By the end, the takeaway is pragmatic: Qwen 2.5 14B is strong for local, text-centric workflows (summarization, structured labeling, and general understanding), but long-document table extraction still appears to require substantially larger models—suggested as 72B-class or higher—for dependable accuracy. The tradeoff is clear: better nuance and classification at local scale, with extraction precision remaining the bottleneck for earnings-style documents.
Cornell Notes
Qwen 2.5 14B running locally via Ollama performs best on tasks that require reading, interpreting, and producing structured text—like sentiment/topic labeling and narrative summarization. In comparisons with Llama 3.2 3B, Qwen 2.5 produced more nuanced summaries and more plausible labels, with tweet labeling taking about ~5 seconds per tweet. However, both models struggled when asked to answer grounded questions from long Meta earnings materials and to generate accurate tables from specific PDF table fields. The results suggest that local 14B models are currently better suited to understanding and classification than to precise table extraction from lengthy financial documents.
How does Qwen 2.5 14B perform on “generate code / structured output” tasks compared with Llama 3.2 3B?
What was the strongest area for Qwen 2.5 14B in the evaluation?
How did Qwen 2.5 14B handle summarization of Meta’s Q1 2024 reporting text?

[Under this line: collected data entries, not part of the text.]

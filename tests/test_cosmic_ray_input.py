"""The cosmic-ray fields of the design, device and policy files: bad values are one located line and exit code 2
(through the command line, check and validate), good ones validate."""

import json

import pytest

from tests.conftest import CONTRACT_FILE

#: The contract file with an altitude (line 12) and cosmic-ray constants on its device (line 31).
TEXT = CONTRACT_FILE.read_text(encoding="utf-8").replace(
    "  case_temperature: {min: -20 degC, max: 90 degC}\n",
    "  case_temperature: {min: -20 degC, max: 90 degC}\n  altitude: {max: 2000 m}\n").replace(
    "      r_g_internal: 1 ohm\n",
    "      r_g_internal: 1 ohm\n    cosmic_ray: {c1: 300 V, c2: 240 V, c3: 1000 FIT, reference: invented}\n").replace(
    "derating: default ", "derating: policy.yaml")
POLICY = "format: margincheck-policy/1\nname: t\nbasis: a test policy\ncosmic_ray_fit_budget: 2000 FIT\n"

# (file, edit, the exact line printed); columns counted by hand, e.g. "1000 FIT" starts at column 4 + 39 + 1 = 44.
CASES = {
    "altitude in volts": (
        "leg.yaml", ("{max: 2000 m}", "{max: 2000 V}"),
        'leg.yaml:12:19: conditions.altitude.max: expected an altitude such as "2000 m", got "2000 V"'),
    "failure rate without a unit": (
        "leg.yaml", ("c3: 1000 FIT", "c3: 1000"),
        'leg.yaml:31:44: devices.demo-sj650.cosmic_ray.c3: expected a failure rate such as "100 FIT", got the bare '
        "number 1000 (a unit is required)"),
    "negative constant": (
        "leg.yaml", ("c2: 240 V", "c2: -240 V"),
        "leg.yaml:31:33: devices.demo-sj650.cosmic_ray.c2: must be greater than zero"),
    "constants without their reference": (
        "leg.yaml", (", reference: invented", ""),
        "leg.yaml:31:5: devices.demo-sj650.cosmic_ray.reference: required field is missing"),
    "unknown constant": (
        "leg.yaml", ("reference: invented", "c4: 1 V, reference: invented"),
        "leg.yaml:31:54: devices.demo-sj650.cosmic_ray.c4: unknown field"),
    "budget without a unit": (
        "policy.yaml", ("2000 FIT", "2000"),
        'policy.yaml:4:24: cosmic_ray_fit_budget: expected a failure rate such as "100 FIT", got the bare number 2000 '
        "(a unit is required)"),
    "budget of zero": (
        "policy.yaml", ("2000 FIT", "0 FIT"),
        'policy.yaml:4:24: cosmic_ray_fit_budget: must be greater than zero (got "0 FIT")'),
}


@pytest.fixture
def files(tmp_path, monkeypatch):
    monkeypatch.chdir(tmp_path)

    def write(design: str = TEXT, policy: str = POLICY) -> None:
        (tmp_path / "leg.yaml").write_text(design, encoding="utf-8")
        (tmp_path / "policy.yaml").write_text(policy, encoding="utf-8")

    return write


@pytest.mark.parametrize("name, edit, expected", CASES.values(), ids=CASES.keys())
def test_bad_cosmic_ray_field_is_one_located_line_and_exit_2(files, run_cli, name, edit, expected):
    old, new = edit
    text = {"leg.yaml": TEXT, "policy.yaml": POLICY}[name]
    assert old in text, old
    files(**{"design" if name == "leg.yaml" else "policy": text.replace(old, new, 1)})
    for command in ("check", "validate"):
        code, out, err = run_cli(command, "leg.yaml")
        assert (code, out) == (2, ""), err
        assert err.splitlines()[0].startswith(expected), err
        assert "Traceback" not in err


def test_good_cosmic_ray_fields_validate_and_check(files, run_cli):
    files()
    assert run_cli("validate", "leg.yaml")[0] == 0
    code, out, _ = run_cli("check", "leg.yaml", "--format", "json")
    report = json.loads(out)
    fit = 1e-9 / 3600.0  # one failure in 1e9 device-hours, per second: JSON gives SI magnitudes
    assert report["policy"]["cosmic_ray_fit_budget"] == {"magnitude": pytest.approx(2000 * fit), "units": "1/s"}
    # 1000 FIT x e^(240/(300 - 420)) x 4.5203 (2000 m) x 2.5740 (-20 degC) = 1574.5 FIT per switch
    rates = {f["subject"]: (f["status"], f["value"]["magnitude"] / fit) for f in report["findings"]
             if f["rule"] == "cosmic-ray-fit"}
    assert rates == {"Q1": ("pass", pytest.approx(1574.5, rel=1e-4)), "Q2": ("pass", pytest.approx(1574.5, rel=1e-4))}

Where did both models fail most clearly?
What practical conclusion did the tester draw about local model size?
Review Questions
- In the tweet-labeling task, which label categories were requested, and what kinds of topics did Qwen 2.5 assign more convincingly than Llama 3.2?

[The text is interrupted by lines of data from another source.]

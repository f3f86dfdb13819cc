"""Issue 11, the gate holds: a batch cannot be bypassed by a format line, no input hangs or crashes the tool,
no report target is clobbered, no text can forge a record, and batch report names are unique and confined.
Each reproducer runs through the command line and checks the exact exit code and message. A case that could
hang runs in a child process with a generous timeout (a hang fails the test; no timing is asserted)."""

import json
import os
import shutil
import stat
import subprocess
import sys
import threading
import xml.etree.ElementTree as ElementTree

import pytest

from tests.conftest import CONTRACT_FILE, EXAMPLES

CONTRACT_TEXT = CONTRACT_FILE.read_text(encoding="utf-8")
HANG_TIMEOUT = 60  # seconds: a hang, not a slow machine
READS = "(the only version of this file format that this release reads)"
posix_only = pytest.mark.skipif(not hasattr(os, "mkfifo"), reason="named pipes need a POSIX system")


def _replaced(old: str, new: str, text: str = CONTRACT_TEXT) -> str:
    assert old in text, old
    return text.replace(old, new, 1)


def _child(*arguments, cwd, shell_suffix: str = "") -> subprocess.CompletedProcess:
    command = [sys.executable, "-m", "margincheck", *map(str, arguments)]
    if shell_suffix:
        command = ["sh", "-c", " ".join(f"'{part}'" for part in command) + shell_suffix]
    return subprocess.run(command, cwd=cwd, capture_output=True, text=True, timeout=HANG_TIMEOUT, check=False)


# ---- item 1: a batch cannot skip a design whose format line is edited --------------------------------------

FORMAT_EDITS = {
    "another version": ("format: margincheck/2", f'expected "margincheck/1" {READS}, got text ("margincheck/2")',
                        "2:9"),
    "other case": ("format: Margincheck/1", f'expected "margincheck/1" {READS}, got text ("Margincheck/1")', "2:9"),
    "trailing space": ('format: "margincheck/1 "', f'expected "margincheck/1" {READS}, got text ("margincheck/1 ")',
                       "2:9"),
    "a device format": ("format: margincheck-device/1",
                        f'expected "margincheck/1" {READS}, got text ("margincheck-device/1")', "2:9"),
    "no format line": ("", 'required field is missing; expected "margincheck/1"', "3:1"),
}


@pytest.mark.parametrize("line, message, where", FORMAT_EDITS.values(), ids=FORMAT_EDITS.keys())
def test_a_design_with_an_edited_format_line_fails_the_batch(tmp_path, monkeypatch, run_cli, line, message, where):
    monkeypatch.chdir(tmp_path)
    (tmp_path / "designs").mkdir()
    (tmp_path / "designs" / "leg.yaml").write_text(_replaced("format: margincheck/1", line), encoding="utf-8")
    code, out, err = run_cli("check", "designs")
    assert code == 2, out
    assert "batch of 1 design(s), 0 file(s) skipped" in out
    assert err.strip() == f"designs/leg.yaml:{where}: format: {message}"


def test_an_unknown_design_version_without_design_fields_is_an_error_too(tmp_path, monkeypatch, run_cli):
    monkeypatch.chdir(tmp_path)
    (tmp_path / "designs").mkdir()
    (tmp_path / "designs" / "new.yaml").write_text("format: margincheck/3\nbranches: []\n", encoding="utf-8")
    code, _, err = run_cli("check", "designs")
    assert code == 2
    assert (f'designs/new.yaml:1:9: format: expected "margincheck/1" {READS}, got text ("margincheck/3")'
            in err.splitlines()), err


def test_skipped_files_are_listed_with_the_reason_in_every_format(tmp_path, monkeypatch, run_cli):
    monkeypatch.chdir(tmp_path)
    (tmp_path / "designs").mkdir()
    (tmp_path / "designs" / "leg.yaml").write_text(CONTRACT_TEXT, encoding="utf-8")
    (tmp_path / "designs" / "ci.yaml").write_text("jobs: {test: {runs-on: linux}}\n", encoding="utf-8")
    (tmp_path / "designs" / "broken.yaml").write_text("format: margincheck/1\nswitches: [\n", encoding="utf-8")
    reason = "not a margincheck design (no format: margincheck/1, no switches or conditions)"
    code, out, _ = run_cli("check", "designs", "--report", "junit:out/all.xml", "--report", "sarif:out/all.sarif",
                           "--report", "markdown:out/all.md")
    assert code == 2
    assert f"skipped: designs/ci.yaml ({reason})" in out
    summary = json.loads(run_cli("check", "designs", "--format", "json")[1])
    assert summary["skipped"] == [{"file": "designs/ci.yaml", "reason": reason}]
    cases = {case.get("name"): case for case in ElementTree.parse(tmp_path / "out" / "all.xml").iter("testcase")}
    assert cases["designs/ci.yaml"].find("skipped").get("message") == reason
    assert cases["designs/broken.yaml"].find("error").get("message").startswith("designs/broken.yaml:3:1: ")
    notes = json.loads((tmp_path / "out" / "all.sarif").read_text(encoding="utf-8"))["runs"][-1]["invocations"][0]
    assert notes["executionSuccessful"] is False
    assert {(note["level"], note["message"]["text"].split(":")[0]) for note in notes["toolExecutionNotifications"]} \
        == {("error", "not checked"), ("note", "skipped")}
    markdown = (tmp_path / "out" / "all.md").read_text(encoding="utf-8")
    assert "- skipped: `designs/ci.yaml`: not a margincheck design" in markdown
    assert "- **ERROR**, not checked: `designs/broken.yaml`" in markdown


# ---- item 8: a named pipe never hangs the check ------------------------------------------------------------

@posix_only
def test_a_named_pipe_as_the_design_is_refused_at_once(tmp_path):
    os.mkfifo(tmp_path / "pipe.yaml")
    completed = _child("check", "pipe.yaml", cwd=tmp_path)
    assert (completed.returncode, completed.stdout, completed.stderr) == (2, "", "pipe.yaml: not a regular file\n")


# ---- item 9: report targets are written into, never replaced -----------------------------------------------

@posix_only
def test_a_named_pipe_as_the_report_is_written_into_not_replaced(tmp_path, monkeypatch, run_cli):
    monkeypatch.chdir(tmp_path)
    (tmp_path / "leg.yaml").write_text(CONTRACT_TEXT, encoding="utf-8")
    os.mkfifo(tmp_path / "report.fifo")
    received = []
    reader = threading.Thread(target=lambda: received.append((tmp_path / "report.fifo").read_text(encoding="utf-8")))
    reader.start()
    try:
        completed = _child("check", "leg.yaml", "--format", "json", "-o", "report.fifo", cwd=tmp_path)
    finally:
        reader.join(HANG_TIMEOUT)
    assert completed.returncode == 1, completed.stderr
    assert json.loads(received[0])["verdict"] == "fail"
    assert stat.S_ISFIFO(os.stat(tmp_path / "report.fifo").st_mode)


@posix_only
def test_a_named_pipe_nobody_reads_is_an_error_not_a_hang(tmp_path):
    (tmp_path / "leg.yaml").write_text(CONTRACT_TEXT, encoding="utf-8")
    os.mkfifo(tmp_path / "report.fifo")
    completed = _child("check", "leg.yaml", "--report", "sarif:report.fifo", cwd=tmp_path)
    assert (completed.returncode, completed.stderr) == (
        2, "margincheck: report.fifo: cannot write the report into a named pipe that nobody reads\n")
    assert stat.S_ISFIFO(os.stat(tmp_path / "report.fifo").st_mode)


def test_a_folder_as_the_report_is_refused(tmp_path, monkeypatch, run_cli):
    monkeypatch.chdir(tmp_path)
    (tmp_path / "leg.yaml").write_text(CONTRACT_TEXT, encoding="utf-8")
    (tmp_path / "out").mkdir()
    code, _, err = run_cli("check", "leg.yaml", "-o", "out")
    assert (code, err.strip()) == (2, "margincheck: out: not a regular file, a character device or a named pipe; "
                                      "refusing to replace it with the report")
    assert (tmp_path / "out").is_dir()


@pytest.mark.parametrize("umask, mode", [(0o022, 0o644), (0o077, 0o600), (0o002, 0o664)])
def test_reports_honour_the_umask(tmp_path, monkeypatch, run_cli, umask, mode):
    monkeypatch.chdir(tmp_path)
    (tmp_path / "leg.yaml").write_text(CONTRACT_TEXT, encoding="utf-8")
    previous = os.umask(umask)
    try:
        run_cli("check", "leg.yaml", "-o", "report.txt", "--report", "html:out/leg.html")
    finally:
        os.umask(previous)
    assert stat.S_IMODE(os.stat(tmp_path / "report.txt").st_mode) == mode
    assert stat.S_IMODE(os.stat(tmp_path / "out" / "leg.html").st_mode) == mode


def test_a_replaced_report_keeps_its_permissions(tmp_path, monkeypatch, run_cli):
    monkeypatch.chdir(tmp_path)
    (tmp_path / "leg.yaml").write_text(CONTRACT_TEXT, encoding="utf-8")
    (tmp_path / "report.txt").write_text("old\n", encoding="utf-8")
    os.chmod(tmp_path / "report.txt", 0o640)
    run_cli("check", "leg.yaml", "-o", "report.txt")
    assert stat.S_IMODE(os.stat(tmp_path / "report.txt").st_mode) == 0o640
    assert "margincheck" in (tmp_path / "report.txt").read_text(encoding="utf-8")


# ---- item 10: no internal error ----------------------------------------------------------------------------

LONG_NUMBER = "1" * 4301


def test_a_very_long_integer_is_a_located_error(tmp_path, monkeypatch, run_cli):
    monkeypatch.chdir(tmp_path)
    (tmp_path / "leg.yaml").write_text(_replaced("revision: B", f"revision: {LONG_NUMBER}"), encoding="utf-8")
    code, out, err = run_cli("check", "leg.yaml")
    assert (code, out) == (2, "")
    assert err.strip() == ("leg.yaml:5:13: design.revision: a number of 4301 characters is too long to read; write "
                           "it with an exponent (1e30) or as text")


def test_one_broken_design_never_loses_the_others_results(tmp_path, monkeypatch, run_cli):
    monkeypatch.chdir(tmp_path)
    (tmp_path / "designs").mkdir()
    (tmp_path / "designs" / "big.yaml").write_text(_replaced("revision: B", f"revision: {LONG_NUMBER}"),
                                                   encoding="utf-8")
    (tmp_path / "designs" / "leg.yaml").write_text(CONTRACT_TEXT, encoding="utf-8")
    code, out, err = run_cli("check", "designs", "--format", "json")
    rows = {row["file"]: (row["verdict"], row["exit_code"]) for row in json.loads(out)["designs"]}
    assert rows == {"designs/big.yaml": ("error", 2), "designs/leg.yaml": ("fail", 1)}
    assert code == 2 and "internal error" not in err


def test_a_nul_byte_in_a_file_reference_is_a_located_error(contract_data, write_design, run_cli):
    contract_data["devices"]["demo-sj650"] = "dev\x00.yaml"
    design = write_design(contract_data)
    code, _, err = run_cli("check", design)
    assert code == 2
    assert err.strip().startswith(str(design)), err
    assert err.strip().endswith('devices.demo-sj650: device file "dev\\x00.yaml": a file name may not contain a NUL '
                                "character"), err


@pytest.mark.parametrize("name", ["$$", r"$\foo$", "$" + "{" * 40 + "x" + "}" * 40 + "$", r"$\frac{a}{b}$"])
def test_mathtext_in_a_point_name_is_drawn_as_text(tmp_path, monkeypatch, run_cli, name):
    pytest.importorskip("matplotlib")
    monkeypatch.chdir(tmp_path)
    (tmp_path / "devices").mkdir()
    (tmp_path / "devices" / "demo-sic1200.yaml").write_bytes((EXAMPLES / "devices" / "demo-sic1200.yaml").read_bytes())
    shutil.copytree(EXAMPLES / "policies", tmp_path / "policies")
    design = (EXAMPLES / "solar-string-sic-leg.yaml").read_text(encoding="utf-8")
    (tmp_path / "leg.yaml").write_text(design.replace("name: string-input soft start", f"name: {json.dumps(name)}"),
                                       encoding="utf-8")
    code, _, err = run_cli("check", "leg.yaml", "--plot", "soa.svg", "--report", "html:leg.html")
    assert (code, err) == (1, "")   # exit 1: the solar leg fails its gate-off check; no internal error (3)
    assert (tmp_path / "soa.svg").stat().st_size > 0


def test_a_closed_stdout_is_an_error_not_a_crash(tmp_path):
    (tmp_path / "leg.yaml").write_text(CONTRACT_TEXT, encoding="utf-8")
    completed = _child("check", "leg.yaml", "--format", "json", cwd=tmp_path, shell_suffix=" >&-")
    assert (completed.returncode, completed.stderr) == (
        2, "margincheck: standard output is closed, so the report cannot be shown; give --output PATH\n")


# ---- item 11: no character breaks XML or forges a line -----------------------------------------------------

def test_noncharacters_in_the_title_leave_junit_well_formed(tmp_path, contract_data, write_design, run_cli):
    contract_data["design"]["title"] = "leg \ufffe\uffff \u2028 end"
    design = write_design(contract_data)
    code, out, _ = run_cli("check", design, "--format", "junit")
    assert code == 1
    root = ElementTree.fromstring(out.encode("utf-8"))
    title = next(item.get("value") for item in root.iter("property") if item.get("name") == "title")
    assert title == "leg \\ufffe\\uffff \\u2028 end"


@pytest.mark.parametrize("separator", ["\\L", "\\P", "\\N", "\\v", "\\x1c", "\\r"])
def test_a_line_separator_in_a_value_cannot_forge_an_error_line(tmp_path, monkeypatch, run_cli, separator):
    monkeypatch.chdir(tmp_path)  # the separator is a YAML escape: U+2028, U+2029, NEL, VT, FS, CR
    forged = f'r_off: "2 V{separator}leg.yaml:1:1: everything: fine"}}'
    (tmp_path / "leg.yaml").write_text(_replaced("r_off: 2 ohm}", forged), encoding="utf-8")
    code, _, err = run_cli("check", "leg.yaml")
    assert code == 2
    assert len(err.splitlines()) == 1, err
    assert err.startswith('leg.yaml:35:75: switches[0].gate_drive.r_off: expected a resistance such as "2.2 ohm", '
                          'got "2 V\\'), err


@pytest.mark.parametrize("output_format", ["text", "markdown", "html", "junit"])
def test_line_separators_are_escaped_in_every_text_format(contract_data, write_design, run_cli, output_format):
    contract_data["design"]["title"] = "leg\u2028forged\u2029line"
    _, out, _ = run_cli("check", write_design(contract_data), "--format", output_format)
    assert "\u2028" not in out and "\u2029" not in out and "u2028forged" in out and "u2029line" in out


# ---- item 12: batch report names are unique and confined ---------------------------------------------------

def test_batch_report_names_are_unique_and_confined(tmp_path, monkeypatch, run_cli):
    monkeypatch.chdir(tmp_path)
    for folder, name in [("a", "x.yaml"), ("b", "x.yaml"), ("c", "x-2.yaml"), ("d", "X.yaml"), ("e", "...yaml")]:
        (tmp_path / "designs" / folder).mkdir(parents=True)
        (tmp_path / "designs" / folder / name).write_text(CONTRACT_TEXT, encoding="utf-8")
    code, _, err = run_cli("check", "designs", "--report", "html:out/{name}/review.html", "--report",
                           "json:out/{name}.json")
    assert code == 1, err
    written = sorted(str(path.relative_to(tmp_path)) for path in tmp_path.rglob("*") if path.suffix in (".html",
                                                                                                          ".json"))
    assert written == ["out/X-3.json", "out/X-3/review.html", "out/design.json", "out/design/review.html",
                       "out/x-2-2.json", "out/x-2-2/review.html", "out/x-2.json", "out/x-2/review.html",
                       "out/x.json", "out/x/review.html"]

- What evidence from the Meta earnings tests indicates that both models struggled with grounding answers in document text?
- Why might Qwen 2.5 excel at summarization and labeling while still failing at precise table extraction?
Key Points
- 1
Run Qwen 2.5 14B locally by using Ollama with an Ollama server and a client (e.g., a Jupyter notebook) that sends prompts requesting either JSON or text output.
- 2
Qwen 2.5 14B produced code that generally followed the requested dataset structure, but numeric realism and sorting logic still showed occasional mismatches.
- 3
Tweet sentiment/topic labeling was Qwen 2.5’s standout performance area, with outputs judged more aligned to tweet intent than Llama 3.2 3B.
- 4
Qwen 2.5 generated more nuanced, better-formatted summaries of Meta Q1 2024 reporting text than Llama 3.2, including multiple financial figures.
- 5
Both Qwen 2.5 14B and Llama 3.2 struggled with grounded Q&A from long PDFs, sometimes returning answers not supported by the provided text.
- 6
Both models also produced incorrect or malformed tables when asked to extract specific table fields from the Meta earnings document.
- 7
For reliable table extraction from long earnings-style documents, the results point toward using substantially larger models (around 72B-class or higher).